ECLI:NL:RBGEL:2014:1553

Rechtbank Gelderland

Datum uitspraak
29 januari 2014
Publicatiedatum
10 maart 2014
Zaaknummer
247027
Instantie
Rechtbank Gelderland
Type
Uitspraak
Rechtsgebied
Civiel recht
Procedures
  • Eerste aanleg - enkelvoudig
Vindplaatsen
  • Rechtspraak.nl
AI samenvatting door LexboostAutomatisch gegenereerd

Aansprakelijkheid gemeente voor schade door onjuiste informatieverstrekking door bedrijvenloket

In deze zaak vordert eiser, die een afhaalrestaurant exploiteerde, schadevergoeding van de gemeente Nijmegen. Hij stelt dat hij schade heeft geleden door onjuiste informatie die hij van het bedrijvenloket van de gemeente heeft ontvangen. Deze informatie betrof de noodzaak van een ontheffing voor ondersteunende horeca, die hij niet had, en die hem zou hebben toegestaan om tafels en stoelen in zijn restaurant te plaatsen. Eiser heeft zijn restaurant geopend in oktober 2008 en heeft tot 1 januari 2012 geen ontheffing kunnen verkrijgen, wat resulteerde in gederfde winst. De gemeente heeft erkend dat zij onjuiste informatie heeft verstrekt, maar betwist de hoogte van de gevorderde schadevergoeding en stelt dat eiser geen aanvraag heeft gedaan voor een ontheffing.

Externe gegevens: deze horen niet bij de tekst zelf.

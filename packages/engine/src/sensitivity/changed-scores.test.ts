import { readCampaign } from "@weighhouse/campaign/read";
import { everyForm } from "@weighhouse/campaign/testing/every-form";
import { expect, test } from "vitest";
import { standingsFrom } from "../testing/documents";
import { expectSame } from "../testing/same-numbers";
import { changedScores } from "./changed-scores";
import { changesOf, without } from "./changes";
import { withReferences } from "./widths";

const forms = ["events", "correlated", "derivedValues", "polynomialCurves", "levelCurves"] as const;

test.each(forms)("what is taken over is what the changed campaign of %s scores", (name) => {
  const read = readCampaign(everyForm()[name]);
  if (!read.ok) throw new Error(JSON.stringify(read.problems));
  const document = read.value;
  const scoreOf = changedScores(document);
  const documents = [
    ...changesOf(document, standingsFrom(document)).map((change) => change.document),
    ...document.measurements.slice(0, 4).map(({ id }) => without(document, (one) => one.id === id)),
    withReferences(document, 0.6),
  ];
  for (const changed of documents) {
    const { hypotheses } = standingsFrom(changed);
    const whole = hypotheses.map(({ key, rank, log10BayesFactor, posterior, chiSquare }) => ({
      key,
      rank,
      log10BayesFactor,
      posterior,
      chiSquare,
    }));
    expectSame(scoreOf(changed), whole);
  }
  expect(documents.length).toBeGreaterThan(6);
});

De rechtbank heeft vastgesteld dat eiser geen aanvraag heeft gedaan voor een ontheffing voor ondersteunende horeca, maar enkel voor een afhaalrestaurant. De mondelinge informatie van het bedrijvenloket wordt niet als een besluit beschouwd en heeft geen zelfstandig karakter naast de verleende vergunning. De rechtbank concludeert dat de gemeente onrechtmatig heeft gehandeld door onjuiste informatie te verstrekken, en dat eiser erop heeft vertrouwd dat deze informatie juist was. De rechtbank heeft eiser toegelaten tot bewijslevering over het moment waarop de onjuiste informatie is verstrekt en de schade die hij heeft geleden.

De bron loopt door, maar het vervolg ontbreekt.